I looked at some of the quotations in Red Pine’s translation, to see what older commentators had to say about compassion leading to courage.  Here are some,

Te-Ch’ing says, “Compassion means to embrace all creatures without reservation.”
Wang-an-Shih says, “Through compassion, we learn to be soft. When we are soft, we can overcome the hardest thing in the world. Thus we can be valiant.”
Wu Ch’eng says, “Compassion is the chief of the three treasures, All people love a compassionate person as they do their own parents. Hence he who attacks or defends with compassion meets no opposition.”

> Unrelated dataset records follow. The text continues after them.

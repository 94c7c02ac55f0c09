package chem

import (
	"errors"
	"math"
	"math/rand/v2"
	"testing"
)

// TestBufferStandards checks the activity-corrected pH against the primary
// standards of pH at 25 °C (NIST SP 260-53 and IUPAC 2002, values from memory)
// with thermodynamic pKa from handbooks (from memory).
func TestBufferStandards(t *testing.T) {
	phosphoric := []float64{2.148, 7.198, 12.35}
	phthalic := []float64{2.950, 5.408}
	tests := []struct {
		name         string
		mix          []Protolyte
		strong, ions Concentration
		want, within float64
	}{
		{"0.05 mol/kg potassium hydrogen phthalate", []Protolyte{{PKa: phthalic, C: litre(0.04985)}}, litre(0.04985), litre(0.04985 / 2), 4.005, 0.04},
		{"0.025 mol/kg each of the phosphates", []Protolyte{{PKa: phosphoric, C: litre(0.0498)}}, litre(0.0747), litre(0.0747 / 2), 6.865, 0.04},
		{"0.01 mol/kg borax", []Protolyte{{PKa: []float64{9.237}, C: litre(0.0399)}}, litre(0.01995), litre(0.01995 / 2), 9.180, 0.04},
		{"0.025 mol/kg each of the carbonates", []Protolyte{{PKa: []float64{6.352, 10.329}, C: litre(0.0498)}}, litre(0.0747), litre(0.0747 / 2), 10.012, 0.04},
	}
	for _, c := range tests {
		got, err := PHDavies(c.mix, c.strong, c.ions, Celsius(25))
		if err != nil || math.Abs(got.PH-c.want) > c.within {
			t.Errorf("%s: pH %.3f at I = %.3f, %v; want %v", c.name, got.PH, got.IonicStrength.MolesPerLitre(), err, c.want)
		}
	}
}

// TestDavies checks the coefficient of 0.1 mol/L of a salt (Davies' own equation
// gives 0.78; measured NaCl 0.778, handbook, from memory), and that the correction
// vanishes in dilution.
func TestDavies(t *testing.T) {
	got, err := PHDavies(nil, 0, litre(0.1), Celsius(25))
	if err != nil || math.Abs(got.Gamma-0.778) > 0.01 {
		t.Errorf("γ(0.1 mol/L) = %v, %v; want 0.778", got.Gamma, err)
	}
	if a := debyeHueckelA(Celsius(25)); math.Abs(a-0.509) > 0.003 {
		t.Errorf("A at 25 °C = %v, want 0.509", a)
	}
	plain, _ := PH(nil, litre(1e-4), Celsius(25))
	dilute, err := PHDavies(nil, litre(1e-4), litre(0.5e-4), Celsius(25))
	if err != nil || math.Abs(plain-dilute.PH) > 0.01 {
		t.Errorf("1e-4 mol/L NaOH: %v without, %v with activities, %v", plain, dilute.PH, err)
	}
	if _, err := PHDavies(nil, 0, litre(0.8), Celsius(25)); !errors.Is(err, ErrOutOfRange) {
		t.Errorf("0.8 mol/L: %v, want a refusal with the range", err)
	}
}

// random makes a mixture out of a source of chance.
func random(r *rand.Rand) ([]Protolyte, Concentration) {
	mix := make([]Protolyte, r.IntN(9))
	for i := range mix {
		mix[i].C = litre(math.Pow(10, -9*r.Float64()+0.5))
		mix[i].Charge = r.IntN(3)
		for range r.IntN(4) {
			mix[i].PKa = append(mix[i].PKa, -4+20*r.Float64())
		}
	}
	return mix, litre(4*r.Float64() - 2)
}

// TestChargeBalanceCloses checks the answer by putting it back.
func TestChargeBalanceCloses(t *testing.T) {
	r := rand.New(rand.NewPCG(1, 2))
	for range 3000 {
		mix, strong := random(r)
		pH, err := PH(mix, strong, Celsius(25))
		if err != nil {
			t.Fatalf("%v, %v: %v", mix, strong, err)
		}
		checkBalance(t, mix, strong, pH)
	}
}

// checkBalance wants the net charge to change sign within the tolerance of a pH.
func checkBalance(t *testing.T, mix []Protolyte, strong Concentration, pH float64) {
	t.Helper()
	pKw, _ := PKw(Celsius(25))
	b := balance{mix: mix, strong: float64(strong), pKw: pKw}
	if above, below := b.at(pH-1e-9), b.at(pH+1e-9); above < 0 || below > 0 {
		if size := 1e-12 * (math.Abs(float64(strong)) + 1); math.Abs(above) > size && math.Abs(below) > size {
			t.Errorf("at pH %v the charges leave %v and %v", pH, above, below)
		}
	}
}

// TestPHRisesWithBase checks that more base never lowers a pH.
func TestPHRisesWithBase(t *testing.T) {
	r := rand.New(rand.NewPCG(3, 4))
	for range 300 {
		mix, strong := random(r)
		last := math.Inf(-1)
		for step := range 20 {
			pH, err := PH(mix, strong+litre(0.05*float64(step)), Celsius(25))
			if err != nil {
				t.Fatal(err)
			}
			if pH < last-1e-9 {
				t.Fatalf("pH falls from %v to %v with base", last, pH)
			}
			last = pH
		}
	}
}

// TestThereAndBack checks that the amount to a pH brings the pH about.
func TestThereAndBack(t *testing.T) {
	r := rand.New(rand.NewPCG(5, 6))
	for range 300 {
		mix, strong := random(r)
		start, err := PH(mix, strong, Celsius(25))
		if err != nil {
			t.Fatal(err)
		}
		target := start + 3*r.Float64()
		if target > 14 {
			continue
		}
		n, err := BaseToPH(mix, strong, 2*Litre, target, Celsius(25))
		if err != nil {
			t.Fatalf("to pH %v from %v: %v", target, start, err)
		}
		got, err := PH(mix, strong+Concentration(float64(n)/float64(2*Litre)), Celsius(25))
		if err != nil || math.Abs(got-target) > 1e-6 {
			t.Errorf("%v mol of base give pH %v, %v; want %v", n, got, err, target)
		}
		if _, err := AcidToPH(mix, strong, Litre, target+0.1, Celsius(25)); !errors.Is(err, ErrWrongWay) {
			t.Errorf("acid raises a pH: %v", err)
		}
	}
}

// TestBufferCapacity checks the formula against a finite step of base.
func TestBufferCapacity(t *testing.T) {
	mix := eight()
	for pH := 1.0; pH < 13; pH += 0.7 {
		beta, err := BufferCapacity(mix, pH, Celsius(25))
		if err != nil {
			t.Fatal(err)
		}
		pKw, _ := PKw(Celsius(25))
		b := balance{mix: mix, pKw: pKw}
		const step = 1e-4
		if slope := (b.at(pH-step) - b.at(pH+step)) / (2 * step); math.Abs(float64(beta)/slope-1) > 1e-5 {
			t.Errorf("at pH %.1f: β = %v, the slope of the balance is %v", pH, beta, slope)
		}
	}
}

// TestIonised checks that the shares add up and that half is ionised at the pKa.
func TestIonised(t *testing.T) {
	if s := Ionised([]float64{4.76}, 4.76); math.Abs(float64(s[0])-0.5) > 1e-12 {
		t.Errorf("at its pKa an acid is ionised to %v", s[1])
	}
	for pH := -3.0; pH < 18; pH += 0.5 {
		var sum Fraction
		for _, f := range Ionised([]float64{2.16, 7.21, 12.32}, pH) {
			sum += f
		}
		if math.Abs(float64(sum)-1) > 1e-12 {
			t.Errorf("at pH %v the shares add up to %v", pH, sum)
		}
	}
}

// TestDegas checks carbon dioxide: pure water under air's 0.0004 atm has pH 5.6
// (common practice), bicarbonate boiled out turns alkaline, acid frees what it
// should, and carbon is kept.
func TestDegas(t *testing.T) {
	rain, err := Solution{Volume: Litre, At: Celsius(25)}.Degas(1, 0.0004*Atmosphere)
	if err != nil || math.Abs(rain.PH-5.61) > 0.05 {
		t.Errorf("water under air: pH %v, %v; want 5.6", rain.PH, err)
	}
	// 1 mol NaHCO3 and 1 mol HCl in 1 L: all but the dissolved gas leaves.
	fizz, err := Solution{Volume: Litre, At: Celsius(25)}.Degas(1, Atmosphere)
	if err != nil || math.Abs(float64(fizz.Evolved)-0.966) > 0.002 {
		t.Errorf("1 mol/L bicarbonate acidified: %v mol CO2, %v; want 1 less 0.034", fizz.Evolved, err)
	}
	for _, strong := range []float64{-0.5, 0, 0.4, 0.9, 1.5} {
		d, err := Solution{Strong: litre(strong), Volume: 2 * Litre, At: Celsius(25)}.Degas(2, Atmosphere)
		if err != nil {
			t.Fatal(err)
		}
		if total := float64(d.Evolved) + float64(d.Left)*2e-3; math.Abs(total-2) > 1e-9 {
			t.Errorf("2 mol of carbonate become %v", total)
		}
	}
}

// FuzzPH wants an answer for every solution that can be, and an error, never NaN,
// for what can't.
func FuzzPH(f *testing.F) {
	f.Add(0.1, 0.05, -0.3, 4.76, 9.25, 2.0)
	f.Add(1e-12, 5.0, 10.0, -20.0, 50.0, 50.0)
	f.Add(math.Inf(1), math.NaN(), 0.0, 0.0, 0.0, 0.0)
	f.Fuzz(func(t *testing.T, c1, c2, strong, k1, k2, k3 float64) {
		mix := []Protolyte{{"a", []float64{k1}, 0, litre(c1)}, {"b", []float64{k2, k3}, 1, litre(c2)}}
		pH, err := PH(mix, litre(strong), Celsius(25))
		if err != nil {
			return
		}
		if !(pH >= lowestPH && pH <= highestPH) {
			t.Fatalf("pH %v", pH)
		}
		if c1 < 1e3 && c2 < 1e3 && math.Abs(strong) < 1e3 {
			checkBalance(t, mix, litre(strong), pH)
		}
	})
}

Mencius says, “He who is kind has no enemy under heaven.”
Su Ch’e says, “The world honours daring, exalts ostentation and emphasizes progress. What the sage treasures is patience, frugality and humility, all of which the world considers useless.”

So it is the softness of compassion that wins out in the end as it ‘outlasts every attack’. Therefore compassion both creates and allows courage. Since courage is an energy coming from the heart (cour) any feeling or thought that strengthens and encourages the heart, as compassion does, leads to a stronger heart, one that expresses itself valiantly.